Thomas McGrath and Frederick Hayes were involved in an altercation in a restaurant parking lot in the early morning hours on February 12, 1980. McGrath and Hayes argued in the restaurant bar, confronted each other again outside, and McGrath shot Hayes in the neck.
McGrath claims that Hayes approached him in a menacing fashion and he acted in self-defense. He also claims at various times that (1) he did not intend to injure Hayes, but *172 only prevent Hayes's advance, and (2) he was not aiming at Hayes, but in that general direction.
McGrath was charged with two counts of second degree assault with a firearm. McGrath entered a plea of guilty to one count of second degree assault in exchange for dismissal of the other charges. Hayes and Frounfelter[1] then filed a complaint against McGrath alleging he negligently caused them damages. The jury found McGrath was negligent and awarded Hayes $1.3 million.[2]
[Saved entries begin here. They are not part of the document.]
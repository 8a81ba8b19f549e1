"""The receiver's example is short, uses json and numpy alone, and meets the steady check."""

import ast
from pathlib import Path

EXAMPLE = Path(__file__).parent / "reader_example.py"


def test_it_is_short_and_needs_only_json_and_numpy() -> None:
    text = EXAMPLE.read_text(encoding="utf-8")
    assert len(text.splitlines()) < 40
    nodes = list(ast.walk(ast.parse(text)))
    modules = {alias.name for node in nodes if isinstance(node, ast.Import) for alias in node.names}
    modules |= {str(node.module) for node in nodes if isinstance(node, ast.ImportFrom)}
    assert modules == {"json", "sys", "pathlib", "numpy"}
McGrath's insurers, Safeco Insurance Company and Lumbermen's Mutual Casualty Company (Lumbermen), brought a declaratory judgment action, claiming McGrath's conduct was intentional and excluded from coverage.[3] McGrath counterclaimed for bad faith for failure to defend and failure to act in good faith. The court granted summary judgment in favor of the insurers and dismissed McGrath's counterclaim. McGrath subsequently assigned his rights to Hayes and Frounfelter. Hayes and Frounfelter appeal the summary judgments.[4] We reverse and remand.
EXCLUSION LANGUAGE
[1, 2] The pertinent portions of Lumbermen's policy read as follows:
*173 The company agrees to pay on behalf of the insured the ultimate net loss in excess of the retained limit which the insured shall become legally obligated to pay as damages because of personal injury or property damage.
....
This policy does not apply:
....
(f) to any act committed by or at the direction of the insured with intent to cause personal injury or property damage;
For the exclusion under such policies to apply, the insured must intend both the physical act, here pulling the trigger, and the resulting injury, here wounding Hayes.[5] The subjective intent of the insured is controlling in interpreting such clauses.[6] Exclusionary language is construed against the insurer and in favor of coverage.[7]
These rules are not seriously challenged. Rather, Lumbermen asserts: (1) on these facts the law will impute to McGrath the intent to harm regardless of his subjective intent, citing Rodriguez v. Williams;[8] and (2) that McGrath's testimony establishes as a fact McGrath's subjective intent to injure. We disagree.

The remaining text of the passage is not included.